Activity — In the listing that follows, the lines starting at the one containing "if (answer.status === 200)" and ending at the one containing "it('says null, with" are to be returned exactly, both boundary lines included, and no others.

BEGIN Available records

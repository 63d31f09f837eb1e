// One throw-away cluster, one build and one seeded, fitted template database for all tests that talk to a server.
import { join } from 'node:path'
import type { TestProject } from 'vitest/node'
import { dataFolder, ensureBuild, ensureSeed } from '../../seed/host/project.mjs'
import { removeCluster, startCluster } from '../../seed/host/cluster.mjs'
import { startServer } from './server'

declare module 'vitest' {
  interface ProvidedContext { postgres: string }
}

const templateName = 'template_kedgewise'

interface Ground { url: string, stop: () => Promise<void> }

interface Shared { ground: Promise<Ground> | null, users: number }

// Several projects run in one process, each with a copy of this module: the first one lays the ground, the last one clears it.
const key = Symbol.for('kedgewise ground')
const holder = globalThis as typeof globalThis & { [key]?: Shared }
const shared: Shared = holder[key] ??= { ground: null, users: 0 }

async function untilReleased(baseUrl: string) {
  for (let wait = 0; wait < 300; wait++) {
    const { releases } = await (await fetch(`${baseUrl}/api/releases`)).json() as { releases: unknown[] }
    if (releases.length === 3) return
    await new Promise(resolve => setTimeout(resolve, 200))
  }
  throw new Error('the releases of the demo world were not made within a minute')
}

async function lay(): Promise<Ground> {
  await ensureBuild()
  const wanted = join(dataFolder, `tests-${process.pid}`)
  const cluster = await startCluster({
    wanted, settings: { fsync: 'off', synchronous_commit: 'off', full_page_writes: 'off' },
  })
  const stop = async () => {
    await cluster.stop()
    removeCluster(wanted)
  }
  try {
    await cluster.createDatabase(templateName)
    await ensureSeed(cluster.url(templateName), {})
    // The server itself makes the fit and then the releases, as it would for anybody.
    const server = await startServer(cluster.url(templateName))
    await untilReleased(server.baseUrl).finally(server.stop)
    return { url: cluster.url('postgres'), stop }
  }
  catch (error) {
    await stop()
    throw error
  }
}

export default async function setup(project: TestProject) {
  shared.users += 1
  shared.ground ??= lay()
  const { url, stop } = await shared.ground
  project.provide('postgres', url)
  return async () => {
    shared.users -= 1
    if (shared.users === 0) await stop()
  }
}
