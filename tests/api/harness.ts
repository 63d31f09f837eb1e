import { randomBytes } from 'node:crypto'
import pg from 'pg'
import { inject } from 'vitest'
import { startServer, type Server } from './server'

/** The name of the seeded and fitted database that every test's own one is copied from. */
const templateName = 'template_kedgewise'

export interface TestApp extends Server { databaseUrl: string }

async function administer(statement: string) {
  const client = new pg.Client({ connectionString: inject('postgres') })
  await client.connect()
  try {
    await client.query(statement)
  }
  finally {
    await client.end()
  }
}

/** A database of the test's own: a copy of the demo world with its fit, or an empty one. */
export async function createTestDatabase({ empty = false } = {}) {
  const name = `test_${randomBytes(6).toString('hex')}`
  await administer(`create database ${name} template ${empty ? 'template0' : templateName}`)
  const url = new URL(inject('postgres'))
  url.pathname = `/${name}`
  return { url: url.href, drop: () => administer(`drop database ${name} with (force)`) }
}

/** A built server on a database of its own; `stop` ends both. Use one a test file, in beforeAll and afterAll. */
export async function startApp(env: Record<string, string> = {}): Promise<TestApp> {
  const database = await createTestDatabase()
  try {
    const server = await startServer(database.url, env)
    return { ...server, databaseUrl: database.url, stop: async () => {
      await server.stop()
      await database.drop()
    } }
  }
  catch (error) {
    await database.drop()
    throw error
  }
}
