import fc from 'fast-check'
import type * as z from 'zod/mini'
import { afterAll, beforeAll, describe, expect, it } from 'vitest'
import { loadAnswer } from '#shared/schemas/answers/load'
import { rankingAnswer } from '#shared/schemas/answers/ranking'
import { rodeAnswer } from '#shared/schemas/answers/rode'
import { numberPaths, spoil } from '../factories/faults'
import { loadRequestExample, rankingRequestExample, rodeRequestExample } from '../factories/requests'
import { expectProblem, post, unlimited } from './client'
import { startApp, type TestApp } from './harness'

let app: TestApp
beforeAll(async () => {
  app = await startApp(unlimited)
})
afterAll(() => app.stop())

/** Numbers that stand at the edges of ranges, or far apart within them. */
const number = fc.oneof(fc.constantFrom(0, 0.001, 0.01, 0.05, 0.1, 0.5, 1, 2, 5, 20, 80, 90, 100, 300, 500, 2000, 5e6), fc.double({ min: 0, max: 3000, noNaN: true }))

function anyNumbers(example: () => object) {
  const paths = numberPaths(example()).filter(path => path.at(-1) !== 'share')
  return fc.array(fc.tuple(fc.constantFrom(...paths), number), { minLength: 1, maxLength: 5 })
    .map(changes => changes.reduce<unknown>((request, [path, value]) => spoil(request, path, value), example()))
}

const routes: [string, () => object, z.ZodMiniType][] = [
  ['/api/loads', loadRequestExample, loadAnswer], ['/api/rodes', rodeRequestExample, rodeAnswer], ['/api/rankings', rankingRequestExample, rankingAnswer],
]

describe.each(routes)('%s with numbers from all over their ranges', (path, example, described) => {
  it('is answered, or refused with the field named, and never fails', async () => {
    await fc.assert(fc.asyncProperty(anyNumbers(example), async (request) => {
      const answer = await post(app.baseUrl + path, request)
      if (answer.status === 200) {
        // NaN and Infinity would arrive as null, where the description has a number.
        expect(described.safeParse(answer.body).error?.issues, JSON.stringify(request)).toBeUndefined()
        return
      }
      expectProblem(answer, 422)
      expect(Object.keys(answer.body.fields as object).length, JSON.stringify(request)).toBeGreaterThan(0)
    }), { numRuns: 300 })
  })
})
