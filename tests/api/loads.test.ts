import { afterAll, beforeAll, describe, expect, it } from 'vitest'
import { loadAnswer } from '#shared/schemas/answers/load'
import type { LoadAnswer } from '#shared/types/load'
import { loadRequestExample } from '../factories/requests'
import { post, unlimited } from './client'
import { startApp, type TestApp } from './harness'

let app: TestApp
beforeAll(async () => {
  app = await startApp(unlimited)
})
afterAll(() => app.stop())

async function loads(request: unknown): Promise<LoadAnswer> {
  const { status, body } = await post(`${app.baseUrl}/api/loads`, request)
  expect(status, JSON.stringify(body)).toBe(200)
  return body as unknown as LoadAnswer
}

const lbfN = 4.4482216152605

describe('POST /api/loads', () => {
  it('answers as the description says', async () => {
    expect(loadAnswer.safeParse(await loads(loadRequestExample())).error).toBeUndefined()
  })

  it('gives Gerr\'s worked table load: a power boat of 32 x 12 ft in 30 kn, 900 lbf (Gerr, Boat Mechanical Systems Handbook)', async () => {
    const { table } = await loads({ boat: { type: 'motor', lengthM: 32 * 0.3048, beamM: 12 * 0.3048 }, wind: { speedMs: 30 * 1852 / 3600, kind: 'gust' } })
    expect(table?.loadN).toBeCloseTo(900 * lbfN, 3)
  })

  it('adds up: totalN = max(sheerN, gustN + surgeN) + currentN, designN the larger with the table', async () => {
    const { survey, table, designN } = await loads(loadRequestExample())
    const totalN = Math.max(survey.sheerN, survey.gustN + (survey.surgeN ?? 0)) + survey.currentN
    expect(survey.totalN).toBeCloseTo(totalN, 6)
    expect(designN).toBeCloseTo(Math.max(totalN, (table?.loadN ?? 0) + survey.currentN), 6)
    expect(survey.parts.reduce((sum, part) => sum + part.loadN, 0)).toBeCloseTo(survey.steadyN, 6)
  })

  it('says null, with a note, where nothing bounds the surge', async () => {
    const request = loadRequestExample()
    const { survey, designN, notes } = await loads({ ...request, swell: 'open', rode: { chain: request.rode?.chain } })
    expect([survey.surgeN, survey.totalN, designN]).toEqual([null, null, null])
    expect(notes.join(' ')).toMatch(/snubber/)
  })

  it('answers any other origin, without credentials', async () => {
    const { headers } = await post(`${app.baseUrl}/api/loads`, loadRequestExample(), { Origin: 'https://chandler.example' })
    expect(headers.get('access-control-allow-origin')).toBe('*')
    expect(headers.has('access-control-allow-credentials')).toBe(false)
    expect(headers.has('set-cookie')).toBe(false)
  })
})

END Available records

Answer for the task —
      if (answer.status === 200) {
        // NaN and Infinity would arrive as null, where the description has a number.
        expect(described.safeParse(answer.body).error?.issues, JSON.stringify(request)).toBeUndefined()
        return
      }
      expectProblem(answer, 422)
      expect(Object.keys(answer.body.fields as object).length, JSON.stringify(request)).toBeGreaterThan(0)
    }), { numRuns: 300 })
  })
})
filename tests/api/loads.test.ts
import { afterAll, beforeAll, describe, expect, it } from 'vitest'
import { loadAnswer } from '#shared/schemas/answers/load'
import type { LoadAnswer } from '#shared/types/load'
import { loadRequestExample } from '../factories/requests'
import { post, unlimited } from './client'
import { startApp, type TestApp } from './harness'

let app: TestApp
beforeAll(async () => {
  app = await startApp(unlimited)
})
afterAll(() => app.stop())

async function loads(request: unknown): Promise<LoadAnswer> {
  const { status, body } = await post(`${app.baseUrl}/api/loads`, request)
  expect(status, JSON.stringify(body)).toBe(200)
  return body as unknown as LoadAnswer
}

const lbfN = 4.4482216152605

describe('POST /api/loads', () => {
  it('answers as the description says', async () => {
    expect(loadAnswer.safeParse(await loads(loadRequestExample())).error).toBeUndefined()
  })

  it('gives Gerr\'s worked table load: a power boat of 32 x 12 ft in 30 kn, 900 lbf (Gerr, Boat Mechanical Systems Handbook)', async () => {
    const { table } = await loads({ boat: { type: 'motor', lengthM: 32 * 0.3048, beamM: 12 * 0.3048 }, wind: { speedMs: 30 * 1852 / 3600, kind: 'gust' } })
    expect(table?.loadN).toBeCloseTo(900 * lbfN, 3)
  })

  it('adds up: totalN = max(sheerN, gustN + surgeN) + currentN, designN the larger with the table', async () => {
    const { survey, table, designN } = await loads(loadRequestExample())
    const totalN = Math.max(survey.sheerN, survey.gustN + (survey.surgeN ?? 0)) + survey.currentN
    expect(survey.totalN).toBeCloseTo(totalN, 6)
    expect(designN).toBeCloseTo(Math.max(totalN, (table?.loadN ?? 0) + survey.currentN), 6)
    expect(survey.parts.reduce((sum, part) => sum + part.loadN, 0)).toBeCloseTo(survey.steadyN, 6)
  })

  it('says null, with a note, where nothing bounds the surge', async () => {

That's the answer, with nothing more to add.